Autor zdjęcia: Mariusz Rosół

Marta Góraj w wyjątkowy sposób przeprowadzi nas przez Ultra Hańczę. Dla niej to magiczne miejsce. Nie poczujemy skrajnego zmęczenia. Może tylko trud wkomponowany w krajobrazy. Kilkanaście godzin biegu. 102 km w otulinie Suwalszczyzny. Ultra Hańcza to nie tylko bieg.
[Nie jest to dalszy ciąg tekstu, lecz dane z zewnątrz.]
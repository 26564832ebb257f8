#!/usr/bin/env bash
# Checks the desktop-integration files and man pages in packaging/ without installing anything:
# the .desktop entry (desktop-file-validate), the AppStream metadata (appstreamcli, strict),
# the .sagline file type (detected by content in a private MIME database), the man pages
# (man --warnings, and every command of `sagline-cli --help` documented), and that every file
# that names a version names the project's.
#
# usage: package-files-test.sh SOURCE_DIR VERSION SAGLINE_CLI
set -euo pipefail

source_dir=$1
version=$2
cli=$3
packaging=$source_dir/packaging
app_id=org.sagline.Sagline
failures=0

fail() {
    echo "FAIL: $*" >&2
    failures=$((failures + 1))
}
pass() { echo "ok: $*"; }

for tool in desktop-file-validate appstreamcli update-mime-database gio sqlite3 man dpkg-parsechangelog; do
    command -v "$tool" >/dev/null || { echo "FAIL: $tool is missing: run scripts/install-deps.sh" >&2; exit 1; }
done

work=$(mktemp -d)
trap 'rm -rf "$work"' EXIT

# --- .desktop entry and AppStream metadata ----------------------------------------------------
if out=$(desktop-file-validate "$packaging/$app_id.desktop" 2>&1) && [ -z "$out" ]; then
    pass "desktop-file-validate $app_id.desktop: no findings"
else
    fail "desktop-file-validate $app_id.desktop: $out"
fi
if out=$(appstreamcli validate --no-net --strict "$packaging/$app_id.metainfo.xml" 2>&1); then
    pass "appstreamcli validate --strict: $(echo "$out" | tail -n 1)"
else
    fail "appstreamcli validate --strict $app_id.metainfo.xml:"$'\n'"$out"
fi

# --- Versions: metainfo release, Debian changelog, man page headers --------------------------
grep -q "<release version=\"$version\"" "$packaging/$app_id.metainfo.xml" \
    && pass "metainfo has a <release> for $version" \
    || fail "$app_id.metainfo.xml has no <release version=\"$version\">: add one for the new version"
changelog_version=$(dpkg-parsechangelog -l "$packaging/doc/changelog" -S Version)
[ "$changelog_version" = "$version" ] \
    && pass "packaging/doc/changelog's latest entry is $version" \
    || fail "packaging/doc/changelog's latest entry is $changelog_version, the project is $version: add an entry"

# --- Man pages -----------------------------------------------------------------------------------
for page in "$packaging"/man/*.1 "$packaging"/man/*.5; do
    name=$(basename "$page")
    grep -q "^\.TH .*\"Sagline $version\"" "$page" \
        || fail "$name: .TH does not name \"Sagline $version\""
    if warnings=$(LC_ALL=C.UTF-8 MANWIDTH=80 man --warnings -l "$page" 2>&1 >/dev/null) && [ -z "$warnings" ]; then
        pass "man --warnings $name: none"
    else
        fail "man --warnings $name:"$'\n'"$warnings"
    fi
done
# Every command that `sagline-cli --help` lists must have its entry in sagline-cli.1.
# A command's line starts with two spaces and its name; continuation lines are indented further.
commands=$("$cli" --help | sed -n '/^commands:/,/^$/p' | sed -n 's/^  \([a-z][a-z-]*\) .*/\1/p')
[ -n "$commands" ] || fail "found no commands in 'sagline-cli --help'"
for command in $commands; do
    grep -Eq "^(\.(B|BI|BR) \"?$command( |\"|$)|\\\\fB$command\\\\f[PR] )" "$packaging/man/sagline-cli.1" \
        && pass "sagline-cli.1 documents '$command'" \
        || fail "packaging/man/sagline-cli.1 does not document the command '$command' that 'sagline-cli --help' lists"
done

# --- The .sagline file type: recognised by content, not by name -------------------------------
# The application_id comes from the store's own header, so a change there shows up here.
app_id_hex=$(sed -n 's/.*sessionApplicationId = 0x\([0-9A-Fa-f]*\)u.*/\1/p' "$source_dir/core/SessionSchema.h")
[ -n "$app_id_hex" ] || { echo "FAIL: no sessionApplicationId in core/SessionSchema.h" >&2; exit 1; }
grep -qi "type=\"big32\" offset=\"68\" value=\"0x$app_id_hex\"" "$packaging/sagline-mime.xml" \
    || fail "sagline-mime.xml does not match application_id 0x$app_id_hex (core/SessionSchema.h) at offset 68"
mkdir -p "$work/xdg/mime/packages" "$work/files"
cp "$packaging/sagline-mime.xml" "$work/xdg/mime/packages/sagline.xml"
update-mime-database "$work/xdg/mime" >/dev/null 2>&1 || fail "update-mime-database rejected sagline-mime.xml"
app_id_decimal=$((16#$app_id_hex))
sqlite3 "$work/files/bench-7" "PRAGMA application_id = $app_id_decimal; CREATE TABLE t(x);"
sqlite3 "$work/files/other.sagline" "CREATE TABLE t(x);"
sqlite3 "$work/files/other-application" "PRAGMA application_id = $((app_id_decimal + 1)); CREATE TABLE t(x);"
cp "$work/files/bench-7" "$work/files/bench-7.sagline"
expect_type() {
    local file=$1 expected=$2 actual
    actual=$(XDG_DATA_HOME="$work/xdg" XDG_DATA_DIRS=/usr/share \
        gio info -a standard::content-type "$work/files/$file" | sed -n 's/.*content-type: //p')
    [ "$actual" = "$expected" ] && pass "$file is $actual" || fail "$file: expected $expected, got '$actual'"
}
expect_type bench-7 application/x-sagline-session                # our application_id, no name hint
expect_type bench-7.sagline application/x-sagline-session
expect_type other.sagline application/vnd.sqlite3               # the name alone does not make it ours
expect_type other-application application/vnd.sqlite3

if [ "$failures" -ne 0 ]; then
    echo "$failures check(s) failed" >&2
    exit 1
fi
echo "all packaging file checks passed"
To podróż...
... Moi koledzy kardiolodzy, z którymi pracuję, stale mi powtarzają: "będziesz miała migotanie przedsionków od tego biegania." Odpowiadam im: wolę biegać i mieć migotanie przedsionków, niż mieć migotanie przedsionków współistniejące z otyłością, cukrzycą i nadciśnieniem tętniczym.
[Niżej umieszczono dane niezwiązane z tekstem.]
TEST(SessionIntegrityWindow, TypedValueFarFromTheStepAsksFirstAndAStepCanBeRetaken)
{
    QTemporaryDir folder;
    auto window = demoWindow(folder.path());
    window->show();
    ASSERT_TRUE(QTest::qWaitForWindowExposed(window.get()));
    window->setupForm()->setSessionDetails({QStringLiteral("Student"), QStringLiteral("T-417"), QStringLiteral("21 °C"), {}});
    window->instrumentsPanel()->setChoice({ReadingSource::TypedIn, {}, {}});
    window->planPanel()->acceptButton()->click();
    SweepWorkspace *workspace = window->workspace();
    ASSERT_TRUE(workspace->isRunning()) << window->lastMessage().toStdString();
    EXPECT_TRUE(window->lastMessage().startsWith("Sweep started: recording into T-417")) << window->lastMessage().toStdString();
    NextStepStrip *strip = window->nextStep();
    const auto type = [&](const QString &current, const QString &voltage) {
        typeInto(strip->currentField(), current);
        typeInto(strip->voltageField(), voltage);
        QTest::mouseClick(strip->recordButton(), Qt::LeftButton);
    };
    type("0 A", "19.62 V");
    ASSERT_EQ(workspace->readings().size(), 1u);

    // Step 1 expects about 417 mA: "417" is taken as 417 A, so the window asks before anything
    // is recorded, showing the expected value; No keeps nothing and says why under the field.
    QStringList asked;
    QMessageBox *shown = nullptr;
    window->setConfirmPrompt([&](const QString &title, const QString &text) {
        asked << text;
        if (!shown) { // what a person sees, for the screenshot
            shown = new QMessageBox(QMessageBox::Question, title, text, QMessageBox::Yes | QMessageBox::No, window.get());
            shown->setWindowModality(Qt::NonModal); // shown for the picture only; the prompt answers
            shown->show();
            QApplication::processEvents();
            shoot(*window, QStringLiteral("confirm-typed-value"), shown);
            shown->hide();
            QApplication::setActiveWindow(window.get()); // the menu shortcuts act on the active window
        }
        return false;
    });
    type("417", "19.4 V");
    ASSERT_EQ(asked.size(), 1);
    EXPECT_TRUE(asked[0].contains("The current 417.0 A is 1000 times the 416.7 mA step 1 expects (typed A for mA?)"))
        << asked[0].toStdString();
    EXPECT_EQ(workspace->readings().size(), 1u);
    EXPECT_TRUE(strip->currentField()->error().contains("typed A for mA?"));
    type("0.417 A", "19.41 V");
    ASSERT_EQ(workspace->readings().size(), 2u);

    // "194" for 19.4 V, confirmed by mistake: recorded, flagged, with what was expected; at
    // 0.833 A that is 162 VA, so the hard stop ends the sweep on it (as one slip did before).
    window->setConfirmPrompt([&](const QString &, const QString &text) {
        asked << text;
        return true;
    });
    type("0.833 A", "194 V");
    ASSERT_EQ(workspace->readings().size(), 3u);
    EXPECT_TRUE(asked.back().contains("slipped decimal point")) << asked.back().toStdString();
    EXPECT_TRUE(workspace->readings()[2].flags & flagConfirmed);
    ASSERT_TRUE(waitUntil([&] { return !workspace->isRunning(); }));
    EXPECT_TRUE(window->caution()->isAlarmShown());
    window->flushCharts();

    // Retake step 2: the sweep goes on from it; the new reading supersedes the slip, which
    // stays in the file.
    answerPrompts(*window, {QStringLiteral("decimal point slipped when typing")});
    window->readingsView()->selectRow(2);
    QTest::keyClick(window->readingsView(), Qt::Key_R, Qt::ControlModifier);
    EXPECT_TRUE(strip->instructionText().contains("Step 2")) << strip->instructionText().toStdString();
    EXPECT_TRUE(strip->instructionText().contains("retake")) << strip->instructionText().toStdString();
    EXPECT_EQ(window->lastMessage(), QStringLiteral("Retaking step 2: the new reading supersedes reading 3."));
    type("0.833 A", "19.24 V");
    ASSERT_EQ(workspace->readings().size(), 4u);
    EXPECT_TRUE(workspace->readings()[2].superseded);
    EXPECT_TRUE(window->readingsModel()->data(window->readingsModel()->index(2, ReadingsTableModel::Excluded))
                    .toString()
                    .contains("superseded: decimal point slipped when typing"));
    // The remarks in words, not the file's flag list ("manual|confirmed").
    const QString remarks = window->readingsModel()->data(window->readingsModel()->index(2, ReadingsTableModel::Remarks)).toString();
    EXPECT_TRUE(remarks.startsWith("manual, confirmed · superseded")) << remarks.toStdString();
    EXPECT_TRUE(strip->instructionText().contains("Step 3")) << strip->instructionText().toStdString();
    // The superseded 194 V point sets neither chart's scale.
    window->flushCharts();
    EXPECT_LT(window->chart()->voltageAxisRange().second, 30.0);
    EXPECT_LT(window->residualChart()->residualAxisRange().second, 1000.0); // mV
    shoot(*window, QStringLiteral("retaken-step"));

    auto stored = SessionStore::openForReview(workspace->sessionPath().toStdString());
    ASSERT_TRUE(stored.ok());
    const auto retakes = stored.value->supersessions().value;
    ASSERT_EQ(retakes.size(), 1u);
    EXPECT_EQ(retakes[0].reason, "decimal point slipped when typing");
    EXPECT_EQ(retakes[0].actor.person, testPerson.toStdString());
    bool confirmedEvent = false;
    for (const SweepEventRecord &event : stored.value->sweepEvents().value)
        confirmedEvent |= event.kind == SweepEventKind::ValueConfirmed && event.detail.find("194") != std::string::npos;
    EXPECT_TRUE(confirmedEvent);
    delete shown;
}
>>> Z miesiąca na miesiąc moje treningi stawały się coraz bardziej wymagające, bo cel też taki był. Z roku na rok dojrzewałam by biegać dalej. Mówią, że prawdziwe ultra zaczyna się od 100km. Byłam ciekawa. Jak to jest, jaki to wysiłek? Gdzie jest granica mojej wytrzymałości? Rok temu, gdy pojawiły się zapisy na Ultra Hańcza 102 km, nie wahałam się. Podjęłam wyzwanie.
Miejsc i zawodów na 100 km jest wiele, jednak te odbywają się na mojej ukochanej Suwalszczyźnie. To tam — jak mówią moi znajomi — niedźwiedzie polarne mówią dobranoc, a ptaki zawracają. Ja myślę, że one tam zostają. Dorastałam w tym krajobrazie. 20 lat nie ma mnie w nim. Jednak moje serce gdzieś tam jest. Wracam pełna dobrych wspomnień do rodzinnych stron.
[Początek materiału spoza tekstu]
// `sagline-cli run` against meters that misbehave after they have connected, headless: each
// run must end by itself within a bounded time (exit 4, gave up) with the load switched off,
// the reason in the session and no reading taken from the bad replies. Reproducers (issue 18):
// a single meter that stops answering, one that sends 1 MB without a newline, one that answers
// one byte a second, and one that closes the connection after *IDN? made `run` loop "link
// lost ... restored" or wait for ever.
#include "OperatorSweep.h"

#include "SessionStore.h"
#include "SimEndpoints.h"

#include <QProcess>
#include <QTcpServer>
#include <QTcpSocket>
#include <QTemporaryDir>
#include <QTimer>

using namespace sagline;
using namespace sagline::test;

namespace {

enum class Misbehaviour {
    EndlessLine,    // every measurement reply is 1 MB with no newline
    OneByteASecond, // every measurement reply trickles in at one byte a second
    ClosesAfterIdn, // answers the connect sequence, then closes at the first measurement
    Silent,         // answers the connect sequence, then never a measurement
};

// A meter on loopback TCP that answers the connect sequence (*IDN?, the error queue, *OPC?)
// as a well-behaved one does, then misbehaves on every measurement query.
class HostileMeter {
public:
    explicit HostileMeter(Misbehaviour how) : m_how(how)
    {
        QObject::connect(&m_server, &QTcpServer::newConnection, [this] {
            while (QTcpSocket *socket = m_server.nextPendingConnection()) {
                ++connections;
                QObject::connect(socket, &QTcpSocket::disconnected, socket, &QObject::deleteLater);
                QObject::connect(socket, &QTcpSocket::readyRead, socket, [this, socket] { answer(socket); });
            }
        });
        EXPECT_TRUE(m_server.listen(QHostAddress::LocalHost, 0));
    }
    quint16 port() const { return m_server.serverPort(); }
    int connections = 0;
    int measurements = 0;

private:
    void answer(QTcpSocket *socket)
    {
        while (socket->canReadLine()) {
            const QByteArray line = socket->readLine().trimmed().toUpper();
            if (line == "*IDN?")
                socket->write("Test Maker,Hostile meter HM-1,HM-0001,1.0\n");
            else if (line.startsWith("SYST"))
                socket->write("+0,\"No error\"\n");
            else if (line == "*OPC?")
                socket->write("1\n");
            else if (line.endsWith('?'))
                measure(socket);
            // commands (configuration) get no reply, as SCPI says
        }
    }

    void measure(QTcpSocket *socket)
    {
        ++measurements;
        switch (m_how) {
        case Misbehaviour::EndlessLine:
            socket->write(QByteArray(1 << 20, '7'));
            break;
        case Misbehaviour::OneByteASecond: {
            auto *drip = new QTimer(socket);
            auto remaining = std::make_shared<QByteArray>("1.234567E+01\n");
            QObject::connect(drip, &QTimer::timeout, socket, [socket, drip, remaining] {
                if (remaining->isEmpty()) {
                    drip->deleteLater();
                    return;
                }
                socket->write(remaining->left(1));
                remaining->remove(0, 1);
            });
            drip->start(1000);
            break;
        }
        case Misbehaviour::ClosesAfterIdn:
            socket->disconnectFromHost();
            break;
        case Misbehaviour::Silent:
            break;
        }
    }

    Misbehaviour m_how;
    QTcpServer m_server;
};

struct RunResult {
    bool ended = false;
    int exitCode = -1;
    QString err;
    std::vector<Reading> readings;
    std::vector<NoteRecord> notes;
};

// The demo setup with the hostile meter in both roles and the virtual bench's programmable load
// (so nobody needs to press Enter), giving up after 2 s of an unresolved pause.
RunResult runAgainst(HostileMeter &meter)
{
    VirtualClock clock(0);
    const Plan plan = planFor(demoSetup());
    VirtualBench bench(virtualBenchOptionsFor(demoSetup(), plan, 3), &clock);
    TcpEndpoint load(bench.loadInstrument());
    QString error;
    EXPECT_TRUE(load.start(0, &error)) << error.toStdString();
    QTemporaryDir dir;
    const QString session = dir.path() + QStringLiteral("/hostile.sagline");
    QProcess cli;
    cli.start(QStringLiteral(SAGLINE_CLI_PATH),
              {QStringLiteral("run"), QStringLiteral(SAGLINE_SOURCE_DIR "/resources/demo-setup.json"), QStringLiteral("--meter"),
               QStringLiteral("tcp:127.0.0.1:%1").arg(meter.port()), QStringLiteral("--load"),
               QStringLiteral("tcp:127.0.0.1:%1").arg(load.port()), QStringLiteral("--timeout-ms"), QStringLiteral("300"),
               QStringLiteral("--dwell"), QStringLiteral("0"), QStringLiteral("--give-up-after"), QStringLiteral("2"),
               QStringLiteral("-o"), session});
    cli.closeWriteChannel();
    RunResult result;
    // The bad replies, the reconnects, the stability time (30 s without a valid reading) and the
    // give-up time; generous for a loaded 2-core machine. Before the fix it never ended.
    result.ended = waitUntil([&] { return cli.state() == QProcess::NotRunning; }, 120000);
    if (!result.ended) {
        cli.kill();
        cli.waitForFinished(5000);
        return result;
    }
    result.exitCode = cli.exitCode();
    result.err = QString::fromUtf8(cli.readAllStandardError());
    auto stored = SessionStore::openForReview(session.toStdString());
    EXPECT_TRUE(stored.ok()) << stored.message;
    if (stored.ok()) {
        result.readings = stored.value->readings().value;
        result.notes = stored.value->notes().value;
    }
    return result;
}

bool anyNote(const RunResult &r, const std::string &text)
{
    return std::any_of(r.notes.begin(), r.notes.end(), [&](const NoteRecord &n) { return n.text.find(text) != std::string::npos; });
}

void expectGaveUpCleanly(const RunResult &r)
{
    ASSERT_TRUE(r.ended) << "the run is still waiting";
    EXPECT_EQ(r.exitCode, 4) << r.err.toStdString();
    EXPECT_TRUE(r.err.contains(QStringLiteral("sweep gave up waiting"))) << r.err.toStdString();
    EXPECT_FALSE(r.err.contains(QStringLiteral("SWITCH THE LOAD OFF BY HAND"))) << r.err.toStdString(); // the load answered
    EXPECT_TRUE(r.readings.empty()) << r.readings.size() << " reading(s) taken from bad replies";
    EXPECT_TRUE(anyNote(r, "gave up at step 0 after waiting 2 s")) << r.err.toStdString();
}

} // namespace

TEST(HostileMeterRun, AMeterSendingAMegabyteWithoutANewlineEndsTheRun)
{
    HostileMeter meter(Misbehaviour::EndlessLine);
    const RunResult r = runAgainst(meter);
    expectGaveUpCleanly(r);
    EXPECT_GT(meter.measurements, 0);
    EXPECT_LT(r.err.size(), 200000) << "the megabyte was echoed"; // a message names it, never repeats it
}

TEST(HostileMeterRun, AMeterAnsweringOneByteASecondEndsTheRun)
{
    HostileMeter meter(Misbehaviour::OneByteASecond);
    const RunResult r = runAgainst(meter);
    expectGaveUpCleanly(r);
    EXPECT_GT(meter.measurements, 0);
}

TEST(HostileMeterRun, AMeterClosingAfterItsIdentityEndsTheRunInsteadOfLooping)
{
    HostileMeter meter(Misbehaviour::ClosesAfterIdn);
    const RunResult r = runAgainst(meter);
    expectGaveUpCleanly(r);
    // It came back a few times (more than 3 in one step counts as lost), not for ever.
    EXPECT_GT(meter.connections, 1);
    EXPECT_LT(meter.connections, 30);
}

TEST(HostileMeterRun, AMeterThatStopsAnsweringEndsTheRun)
{
    HostileMeter meter(Misbehaviour::Silent);
    const RunResult r = runAgainst(meter);
    expectGaveUpCleanly(r);
    EXPECT_GT(meter.measurements, 0);
}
Pierwsze zawody nad Hańczą wystartowały w 2018 roku na dystansie 28 km Turtul Trail i Ultra Hańcza 63km. Przez dwa lata odbywały się wczesną wiosną - w kwietniu. Suwalszczyzna jeszcze czuła mroźny oddech zimy, a jeziora, lasy, pola spowite białą mgłą i delikatnym lodem czekały na pierwsze ogrzewające promienie słońca.

Rok 2020 przyniósł zmianę. Hańcza przesunięta na wrzesień z powodu epidemii. Czekaliśmy cierpliwie. Forma rosła, jednak, gdy zbliżał się termin, moje obawy też nabierały wielkości.


Godzina 1.40 w nocy - śpiewa mi Lana Del Rey w budziku. Adrenalina, oczy są natychmiast szeroko otwarte. Ściska w brzuchu. W głowie natłok myśli, a w nich słowa trenera: jesteś gotowa.

Godzina 2.08 – mama też nie śpi - SMS od niej “dla mnie już jesteście wielcy”
Jeszcze tylko zamieszczam na fb utwór: “The final countdown” Europe i życzę znajomym dobrego dnia. Oni jeszcze śpią.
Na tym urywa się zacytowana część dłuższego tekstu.